En réaction à l’annonce de la ratification du Statut de Rome par le Parlement ukrainien, ouvrant la voie à l’adhésion du pays à la Cour pénale internationale (CPI), Erika Guevara Rosas, directrice générale des recherches, du travail de plaidoyer, des politiques et des campagnes à Amnesty International, a déclaré :
« Amnesty International salue la décision de l’Ukraine de ratifier le Statut de Rome. Il est essentiel qu’elle adhère pleinement à la CPI pour rendre réellement justice aux victimes de crimes de droit international commis pendant l’invasion de la Russie. Cela témoigne de la détermination du gouvernement à accepter les droits et obligations qui incombent aux États membres de la CPI. »
Le Parlement ukrainien a voté un projet de loi national, disponible sur le site Web du Parlement, qui comporte une déclaration selon laquelle, pendant sept ans à partir de l’entrée en vigueur de la ratification de l’Ukraine, celle-ci « n’accepte pas la compétence de la Cour pénale internationale » en ce qui concerne les crimes de guerre « lorsque, probablement, le crime a été commis par ses ressortissants ».
« Une telle déclaration va à l’encontre des principes fondamentaux de la justice internationale, a déclaré Erika Guevara Rosas. Sur le plan pratique, cette limitation risque de générer de l’incertitude pour les procédures en cours et futures de la CPI. Elle requiert une résolution par les juges de la Cour, car elle entre potentiellement en conflit avec la précédente déclaration de l’Ukraine qui accordait à la CPI la compétence pour les crimes commis sur son territoire après le 20 février 2014 ; en outre, la question se pose de savoir si malgré une exception accordée aux ressortissants ukrainiens, la Cour reste compétente pour les crimes de guerre présumés commis par des Russes et d’autres ressortissants en Ukraine.
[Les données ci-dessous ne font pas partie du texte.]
/// Lines describing the reference candidates and the choice.
fn reference_lines(fit: &RegressionFit, rule: Rule, names: &[String]) -> Vec<String> {
    let sel = &fit.selection;
    let mut v: Vec<String> = input_search_line(sel, names).into_iter().collect();
    v.push(format!(
        "Reference for E[y | x], candidates by {}-fold cross-validated R² (± SE){}:",
        sel.folds,
        match &sel.choice.inputs {
            Some(c) => format!(", on {} alone", input_names(names, c).join(", ")),
            None => String::new(),
        }
    ));
    for sc in &sel.scores {
        v.push(format!(
            "  {:<7} {}  ({})",
            sc.candidate.name(),
            if sc.r2.is_finite() {
                format!("{} ± {}", fmt_num(sc.r2), fmt_se(sc.se))
            } else if sc.candidate == Candidate::Blend {
                "no blend".to_string()
            } else {
                "not tried".to_string()
            },
            sc.tuned
        ));
    }
    if sel.metric_scores.len() > 1 {
        let tried: Vec<String> = sel
            .metric_scores
            .iter()
            .map(|m| {
                if m.power == 0.0 {
                    format!("γ = 0: {}", fmt_num(m.r2))
                } else {
                    format!(
                        "γ = {}: {} (gain {} ± {}{})",
                        m.power,
                        fmt_num(m.r2),
                        fmt_num(m.gain.0),
                        fmt_se(m.gain.1),
                        if m.clears { "" } else { ", not above one SE" }
                    )
                }
            })
            .collect();
        let kept = match &sel.choice.metric {
            Some(w) => {
                let ws: Vec<String> = names
                    .iter()
                    .zip(w)
                    .map(|(n, v)| format!("{n} {}", fmt_num(*v)))
                    .collect();
                format!("kept: {}", ws.join(", "))
            }
            None => "kept: every input alike".into(),
        };
        v.push(format!(
            "Input weights of the k-NN and local-linear distances (gradient of a bagged-tree \
             pilot to the power γ; cross-validated R² of the chosen candidate, and its paired gain over \
             γ = 0, kept only above one SE): {}; {kept}.",
            tried.join(", ")
        ));
    }
    let once = Choice {
        twice: false,
        ..fit.cv_choice.clone()
    };
    v.push(format!(
        "chosen: {} ({}){}; `run` refits it on the table from `reference`.",
        once.describe(),
        match rule {
            Rule::Best => {
                let r2_of = |c: Candidate| {
                    sel.scores
                        .iter()
                        .find(|sc| sc.candidate == c)
                        .map_or(f64::NAN, |sc| sc.r2)
                };
                if once.family != Candidate::Poly
                    && r2_of(Candidate::Poly) > r2_of(once.family)
                {
                    "highest cross-validated R² but the polynomial's, which did not clear its bar \
                     (above)"
                        .to_string()
                } else {
                    "highest cross-validated R²".to_string()
                }
            }
            Rule::Only(c) if c == once.family => {
                format!("`--reference {}` asked for it", c.name())
            }
            Rule::Only(c) => format!(
                "`--reference {}` asked for it, which this table does not allow (above), so the {} stands in",
                c.name(),
                match once.family {
                    Candidate::Knn => "k-NN reference",
                    Candidate::Forest => "bagged-tree reference",
                    Candidate::LocLin => "local-linear reference",
                    Candidate::Poly => "polynomial reference",
                    Candidate::Blend => "blend",
                    Candidate::Logit | Candidate::Tree => "classification reference",
                }
            ),
        },
        if sel.choice.twice {
            ", then twiced: refitted to its own in-sample residuals and added (Tukey's twicing), \
             which gives back curvature a cross-validated fit rounds off"
        } else {
            ""
        }
    ));
    let sharpened = sel.choice.sharpening_words(&fit.cv_choice);
    if !sharpened.is_empty() {
        v.push(format!(
            "Sharpened for the twin: {sharpened} ({} × the cross-validated tuning, so that the twin's \
             truth keeps more of the curvature the families' bias comes from; `--sharpen 1` keeps \
             the cross-validated values); the scenario records these.",
            crate::fmt::fmt_exact(fit.sharpen)
        ));
    }
    match &fit.twicing {
        Some(c) => v.push(format!(
            "Twicing check (the recipe refitted on the same {} folds, once and twiced): \
             cross-validated R² {} once, {} twiced, so {} (`--twicing on|off` decides instead).",
            sel.folds,
            fmt_num(c.once_r2),
            fmt_num(c.twice_r2),
            if c.twice() { "twiced" } else { "fitted once" }
        )),
        None if sel.choice.twice && rule_twice(fit) => v.push(format!(
            "Twiced as every reference on {} or more inputs is (`--twicing off` fits it once).",
            twin::TWICE_FROM_INPUTS
        )),
        None if sel.choice.twice => v.push("Twiced because `--twicing on` asked for it.".into()),
        None if fit.twicing_mode != Twicing::Off && sel.choice.family == Candidate::Poly => v.push(
            "Not twiced: a polynomial least-squares fit is a projection, so twicing it would give \
             back the same fit."
                .into(),
        ),
        None => {}
    }
    v
}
Une telle ambiguïté pourrait entraver la tenue d’une enquête rapide et efficace de la CPI sur les crimes internationaux commis en Ukraine.
Amnesty International salue la décision de l’Ukraine de ratifier le Statut de Rome. Il est essentiel qu’elle adhère pleinement à la CPI pour rendre réellement justice aux victimes de crimes de droit international commis pendant l’invasion de la Russie
Erika Guevara Rosas, directrice générale des recherches, du travail de plaidoyer, des politiques et des campagnes à Amnesty International
« Le peuple ukrainien aspire à la justice, mais une justice efficace ne saurait être sélective. Tout en saluant la ratification de l’Ukraine, Amnesty International l’invite à reconsidérer d’urgence son intention de limiter pendant sept ans la compétence de la CPI à l’égard des crimes de guerre présumés commis par ses ressortissants, à la fois par principe et pour éviter de saper les efforts cruciaux déployés par la Cour en matière de justice internationale. »
Complément d’information
Le 21 août, le Verkhovna Rada, le Parlement ukrainien, a voté la ratification du Statut de Rome de la Cour pénale internationale (CPI). L’Ukraine avait signé le Statut en 2000.
Elle a accepté à deux reprises la compétence de la Cour pour des crimes présumés en vertu du Statut de Rome commis sur son territoire, conformément à l’article 12(3) du Statut. La première déclaration déposée par le gouvernement a reconnu la compétence de la CPI en ce qui concerne les crimes présumés commis sur le territoire ukrainien du 21 novembre 2013 au 22 février 2014. La deuxième déclaration prolongeait cette période sans limite de fin, en vue d’englober les crimes présumés commis sur l’ensemble du territoire de l’Ukraine à partir du 20 février 2014.
En vertu de l’article 124 du Statut de Rome, « un État qui devient partie au présent Statut peut déclarer que, pour une période de sept ans à partir de l’entrée en vigueur du Statut à son égard, il n’accepte pas la compétence de la Cour en ce qui concerne [les crimes de guerre] lorsqu’il est allégué qu’un crime a été commis sur son territoire ou par ses ressortissants. Il peut à tout moment retirer cette déclaration. »
Amnesty International s’oppose depuis longtemps à l’utilisation d’une déclaration au titre de l’article 124 comme étant injustifiée et allant à l’encontre de l’objectif même du Statut de Rome – mettre fin à l’impunité pour ces crimes. Elle plaide pour la suppression de cette exception, initialement introduite en 1998 à titre de disposition provisoire et rarement utilisée. En 2015, les États parties au Statut de Rome ont décidé par consensus de supprimer l’article 124 et exhorté les futurs États membres à ne pas l’invoquer ; cependant, cet amendement au Statut de Rome n’est pas encore entré en vigueur.
L’Ukraine deviendra officiellement partie au Statut de Rome le premier jour du mois qui suivra une période de 60 jours après le dépôt de l’instrument de ratification auprès du Secrétaire général des Nations Unies.